The ship’s bell from USS TUNNY (SS 282) now resides in the courtyard of the Francis Hammond Middle School in Alexandria, VA.

The bell rests high on a pedestal and is backed by another ship’s wheel.

And what better place than surrounded by a school named for a U.S. Navy Corpsman. Francis Colton Hammond was well remembered by his hometown of Alexandria. His name lives on not only as a U.S. Naval vessel, but also as a school, a street, a Marine Barracks and a medical clinic at Camp Pendleton, California.

Hammond was killed on a Korean battlefield in 1953 while giving medical treatment to wounded Marines, according to Kris Clark, the school’s present principal. “Although he was wounded himself he refused to leave his men. He then suffered a second fatal wound,” she explained.

The school was named in his honor at its dedication in 1956. It was then a high school. TUNNY’s bell was acquired from the Department of the Navy by Mary Alice Fizer, a teacher at Hammond at that time, who served as the faculty sponsor for the Class of 1963. It was rung for the first time at their graduation ceremony. “When this was a high school it was rung at special occasions and for special honors awarded to students, and at graduations,” Clark explained. “There is an inscription behind the bell which reads “The Bell Never Rings of Itself.”

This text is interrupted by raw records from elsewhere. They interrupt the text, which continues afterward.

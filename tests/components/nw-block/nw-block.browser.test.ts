import { expect, fixture, html } from '@open-wc/testing';
import { sendKeys } from '@web/test-runner-commands';
import type { BenchEvents } from '../../../components/events.ts';
import '../../../components/nw-block/nw-block.ts';
import type { NwBlock } from '../../../components/nw-block/nw-block.ts';
import type { NwKnob } from '../../../components/nw-knob/nw-knob.ts';
import { defaultSettings } from '../../../src/blocks/settings.ts';
import { toneJames } from '../../../src/blocks/tone-james.ts';
import { toneThreeKnob } from '../../../src/blocks/tone-three-knob.ts';
import { expectAccessibleInBothThemes, setTheme } from '../both-themes.ts';

const VARIANTS = [toneThreeKnob, toneJames];

/** Everything the block says, as it arrives outside a further shadow root. */
function record(element: Element): [name: string, detail: unknown][] {
  const told: [string, unknown][] = [];
  const names: readonly (keyof BenchEvents)[] = [
    'nw-knob-move',
    'nw-part-choose',
    'nw-present-set',
    'nw-variant-set',
    'nw-drawer-open',
  ];
  for (const name of names) {
    element.parentElement!.addEventListener(name, (event) =>
      told.push([name, (event as CustomEvent).detail]),
    );
  }
  return told;
}

describe('nw-block', () => {
  const make = async (present = true): Promise<NwBlock> => {
    setTheme(undefined);
    return fixture<NwBlock>(
      html`<nw-block
        .block=${toneThreeKnob}
        .settings=${defaultSettings(toneThreeKnob)}
        .present=${present}
        .variants=${VARIANTS}
        ><p>Beside it</p></nw-block
      >`,
    );
  };
  const inside = <Found extends Element = HTMLElement>(block: NwBlock, selector: string): Found =>
    block.shadowRoot!.querySelector<Found>(selector)!;
  const knobs = (block: NwBlock): NwKnob[] => [...block.shadowRoot!.querySelectorAll('nw-knob')];
  const chips = (block: NwBlock): string[] =>
    [...block.shadowRoot!.querySelectorAll('nw-part-chip')].map(({ label, value }) => `${label} ${value}`);

  it('is accessible in both themes, in the line and out of it', async () => {
    await expectAccessibleInBothThemes(await make());
    await expectAccessibleInBothThemes(await make(false));
  });

  it('shows its name, what it does now, its knobs with resistances and its parts with values', async () => {
    const block = await make();
    expect(inside(block, '.name').textContent!.trim()).to.equal('Tone network');
    expect(inside(block, '.doing').textContent).to.contain('three knobs, mid to wiper');
    expect(knobs(block).map(({ label, position, readout }) => [label, position, readout])).to.deep.equal([
      ['Treble', 0.6, '150k · 100k'],
      ['Bass', 0.5, '75k of 500k'],
      ['Middle', 0.5, '12k5 · 12k5'],
    ]);
    expect(chips(block)).to.include.members(['Treble cap 390\u202fpF', 'Slope 47\u202fkΩ']);
  });

  it('leaves out the potentiometers, which its knobs show, and parts that its wiring does not use', async () => {
    const block = await make();
    expect(chips(block).join()).not.to.contain('pot');
    const before = chips(block).length;
    block.settings = { ...block.settings, choices: { ...block.settings.choices, load: 'none' } };
    await block.updateComplete;
    expect(chips(block).length).to.be.below(before);
  });

  it('keeps only name and switch out of the line', async () => {
    const block = await make(false);
    expect([knobs(block).length, chips(block).length, inside(block, '.doing')]).to.deep.equal([0, 0, null]);
    expect(inside(block, 'nw-switch')).not.to.equal(null);
  });

  it('tells of a knob while it moves and when it has settled', async () => {
    const block = await make();
    const told = record(block);
    knobs(block)[0]!.focus();
    await sendKeys({ press: 'ArrowUp' });
    const move = { slot: 'tone', knob: 'treble', position: 0.61 };
    expect(told).to.deep.equal([
      ['nw-knob-move', { ...move, settled: false }],
      ['nw-knob-move', { ...move, settled: true }],
    ]);
  });

  it('puts a knob back where nobody outside took the move over', async () => {
    const block = await make();
    knobs(block)[0]!.focus();
    await sendKeys({ press: 'End' });
    block.requestUpdate();
    await block.updateComplete;
    expect(knobs(block)[0]!.position).to.equal(0.6);
  });

  it('tells which part was pressed and outlines the chosen one', async () => {
    const block = await make();
    const told = record(block);
    const chip = [...block.shadowRoot!.querySelectorAll('nw-part-chip')].find(
      ({ label }) => label === 'Treble cap',
    )!;
    chip.shadowRoot!.querySelector('button')!.focus();
    await sendKeys({ press: 'Enter' });
    expect(told).to.deep.equal([['nw-part-choose', { slot: 'tone', part: 'trebleCap' }]]);
    expect(chip.chosen).to.equal(false);
    block.chosenPart = 'trebleCap';
    await block.updateComplete;
    expect(chip.chosen).to.equal(true);
  });

  it('is taken out of the line by its switch, unless it must stay', async () => {
    const block = await make();
    const told = record(block);
    inside(inside<NwBlock>(block, 'nw-switch'), 'input').focus();
    await sendKeys({ press: 'Space' });
    expect(told).to.deep.equal([['nw-present-set', { slot: 'tone', present: false }]]);
    block.removable = false;
    await block.updateComplete;
    expect(inside(block, 'nw-switch')).to.equal(null);
  });

  it('offers other circuits behind what it does now, and only where there are several', async () => {
    const block = await make();
    const told = record(block);
    const select = inside<HTMLSelectElement>(block, 'select');
    expect([...select.options].map(({ value }) => value)).to.deep.equal(['three-knob', 'james']);
    expect(select.value).to.equal('three-knob');
    select.focus();
    await sendKeys({ press: 'ArrowDown' });
    expect(told).to.deep.equal([['nw-variant-set', { slot: 'tone', variant: 'james' }]]);
    block.variants = [toneThreeKnob];
    await block.updateComplete;
    expect([inside(block, 'select'), inside(block, '.doing').textContent]).to.deep.equal([
      null,
      'three knobs, mid to wiper',
    ]);
  });

  it('shows the circuit in force again where another was chosen and not taken', async () => {
    const block = await make();
    const select = inside<HTMLSelectElement>(block, 'select');
    select.value = 'james';
    select.dispatchEvent(new Event('change', { bubbles: true }));
    block.requestUpdate();
    await block.updateComplete;
    expect(select.value).to.equal('three-knob');
  });

  it('opens its parts by its name', async () => {
    const block = await make();
    const told = record(block);
    inside(block, '.name').focus();
    await sendKeys({ press: 'Enter' });
    expect(told).to.deep.equal([['nw-drawer-open', { slot: 'tone' }]]);
  });

  it('shows what is put into it while it is in the line', async () => {
    const block = await make();
    const slot = inside<HTMLSlotElement>(block, 'slot:not([name])');
    expect(slot.assignedElements().map(({ textContent }) => textContent)).to.deep.equal(['Beside it']);
  });

  it('says nothing when code sets it, and works after being moved in the page', async () => {
    const block = await make();
    const told = record(block);
    block.settings = {
      ...block.settings,
      knobs: { ...block.settings.knobs, treble: defaultSettings(toneThreeKnob).knobs['bass']! },
    };
    block.present = false;
    await block.updateComplete;
    block.present = true;
    await block.updateComplete;
    expect(told).to.deep.equal([]);
    const parent = block.parentElement!;
    block.remove();
    parent.append(block);
    knobs(block)[0]!.focus();
    await sendKeys({ press: 'Home' });
    expect(told.length).to.equal(2);
  });
});
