def _foretell(track: Track, post: Posterior, p: Points, least_h: float) -> Track:
    """Return the track with the strain that the law foretells for the next looks."""
    now = float(p.t_h[-1])
    at = now * np.array([1.0, 1.03, 1.06, 1.12])
    mean, sd = horizon.predicted(post, p, least_h, at)
    own = abs(float(p.strain[-1] - mean[0]))
    scatter = _scatter(post, p, least_h)
    total = np.sqrt(sd**2 + scatter**2 + own**2)
    return replace(track, at_h=tuple(at.tolist()), strain=tuple(mean.tolist()), sd=tuple(total.tolist()))


def _scatter(post: Posterior, p: Points, least_h: float) -> float:
    """Return the s.d. of the points about the law's mean curve, never nothing."""
    mean, _ = horizon.predicted(post, p, least_h, p.t_h)
    rest = p.strain - mean
    span = float(p.strain.max() - p.strain.min())
    return max(float(np.sqrt(np.mean(rest * rest))), 1e-6 * span, 1e-12)


def _weights(posts: Mapping[str, Posterior], tracks: Mapping[str, Track]) -> dict[str, float]:
    logs = {law: posts[law].log_evidence + tracks[law].score for law in LAWS}
    top = max(logs.values())
    each = {law: math.exp(x - top) for law, x in logs.items()}
    total = sum(each.values())
    return {law: x / total for law, x in each.items()}


def _rupture(
    rules: TestRules,
    post: Posterior,
    weights: Mapping[str, float],
    p: Points,
    least_h: float,
) -> Interval | str:
    now = float(p.t_h[-1])
    prior_h = _monkman_grant(rules, post, p, least_h)
    why = ""
    if weights[SINGULAR] < LEAST_WEIGHT:
        if weights[SINGULAR] < 1.0 - LEAST_WEIGHT:
            why = "the rate grows exponentially with time; such growth has no end that would tell rupture"
        else:
            why = "laws with an end and laws without one still fit the curve about equally well"
    elif float(post.weight[post.second > POWER_TOLD].sum()) > POWER_DOUBT:
        why = "the rate grows almost exponentially with time; its end lies too far off to tell rupture"
    if why and prior_h is None:
        return why
    if why and prior_h is not None:  # the constant alone; its scatter is known, so its width is no objection
        return horizon.interval(horizon.life_sample(now, prior_h, MONKMAN_GRANT_SD), COVERAGE)
    sample = horizon.ends(post, now)
    if prior_h is not None:
        sample = horizon.with_prior(sample, now, prior_h, MONKMAN_GRANT_SD)
    found = horizon.interval(sample, COVERAGE)
    if found.high > WIDEST * found.low:
        late = f"between {found.low:.3g} and {found.high:.3g} h from now"
        return f"it would lie anywhere {late}, which is no forecast yet"
    return found


def _monkman_grant(rules: TestRules, post: Posterior, p: Points, least_h: float) -> float | None:
    """Return the life [h] by rate_min^m tr = C (Monkman & Grant 1956), None without a constant."""
    if rules.monkman_grant_constant is None:
        return None
    t = np.linspace(float(p.t_h[0]), float(p.t_h[-1]), 60)
    least = float((post.weight @ horizon.read_rate(post, p, least_h, t)).min())
    if not least > 0.0:
        return None
    return float(rules.monkman_grant_constant / least**rules.monkman_grant_exponent)


def _milestone(sample: horizon.Sample) -> Interval | str:
    reached = float(sample.weight[np.isfinite(sample.left_h)].sum() / sample.weight.sum())
    if reached < 0.5:
        return "rupture, or more than three times the age of the test, is expected before it"
    return _bounded(horizon.interval(sample, COVERAGE))


def _bounded(found: Interval) -> Interval | str:
    if not math.isfinite(found.high):
        return "it may not be reached before rupture, or lies too far off"
    if found.high > WIDEST * max(found.low, 1e-12) and found.low > 0.0:
        return f"it would lie anywhere between {found.low:.3g} and {found.high:.3g} h from now"
    return found


# --- before it ----------------------------------------------------------------------------


def _before(
    s: ForecastState, rules: TestRules, curve: Curve, ahead: Sequence[float], stage: str
) -> tuple[ForecastState, Told, float]:
    time, strain, rate, scans = curve
    now = float(time[-1])
    why = f"tertiary creep has not been detected ({stage})"
    told: Told = {"rupture": why, "offset_0p2_percent": why}
    window = time > 0.02 * now
    if int(window.sum()) < LEAST_POINTS:
        return replace(s, tracks=None), told, now
    p = laws.thin(time[window], strain[window], scans[window], rate[window])
    if len(p) < LEAST_POINTS:
        return replace(s, tracks=None), told, now
    onward = horizon.onward(p, laws.whitening_of(p))
    for level in ahead:
        found = horizon.reach(onward, level, now)
        if found is None or found.median > AHEAD * now:
            told[strain_name(level)] = (
                f"at this rate it lies further ahead than {AHEAD:g} times the age of the test"
            )
        else:
            told[strain_name(level)] = _bounded(found)
    return replace(s, tracks=None), told, float(p.t_h[-1])


# --- saying -------------------------------------------------------------------------------


def _say(
    s: ForecastState, told: Told, seen_h: float, now_h: float
) -> tuple[ForecastState, list[dict[str, Any]]]:
    """Return what differs from the last words. Times left count from ``seen_h``."""
    before = s.said or {}
    said: dict[str, Mapping[str, Any]] = {}
    out: list[dict[str, Any]] = []
    for of, found in told.items():
        fields: dict[str, Any] = {"of": of}
        if isinstance(found, str):
            fields["none_because"] = found
        else:
            low, median, high = (max(seen_h + x, now_h) for x in found)
            fields |= {"low_h": low, "median_h": median, "high_h": high, "coverage": COVERAGE}
        last = before.get(of)
        if last is None or _differs(last, fields, now_h):
            out.append(fields)
            said[of] = fields
        else:
            said[of] = last
    return replace(s, said=said), out


def _differs(last: Mapping[str, Any], fields: Mapping[str, Any], now_h: float) -> bool:
    if "none_because" in last or "none_because" in fields:
        return _reason(last) != _reason(fields)
    left = max(fields["median_h"] - now_h, 0.0)
    edges = ("low_h", "median_h", "high_h")
    return last["low_h"] < now_h or any(abs(last[k] - fields[k]) > SAY_AGAIN * left for k in edges)


def _reason(fields: Mapping[str, Any]) -> str:
    """Return why there is no forecast, without the figures in it: those change at every look."""
    return str(fields.get("none_because", "")).partition(" between ")[0]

THE BELL IS actually on loan from the Curator for the Department of The Navy in Washington, D.C. “We have to take a picture of the bell every year and send it to the Navy to prove we still have it and it is being displayed properly,” she said. The Receipt For Relics Loaned, signed by Fizer, specifically states, “I hereby agree to display with dignity and to maintain it in good physical condition. When it has served its purpose, I will notify the Curator and request disposition instructions from him.”

“In 1964, it was stolen by some students from George Washington and dumped in the river. After it was recovered, and identified through Navy records, we placed it in the enclosed courtyard to keep it safe,” Clark said.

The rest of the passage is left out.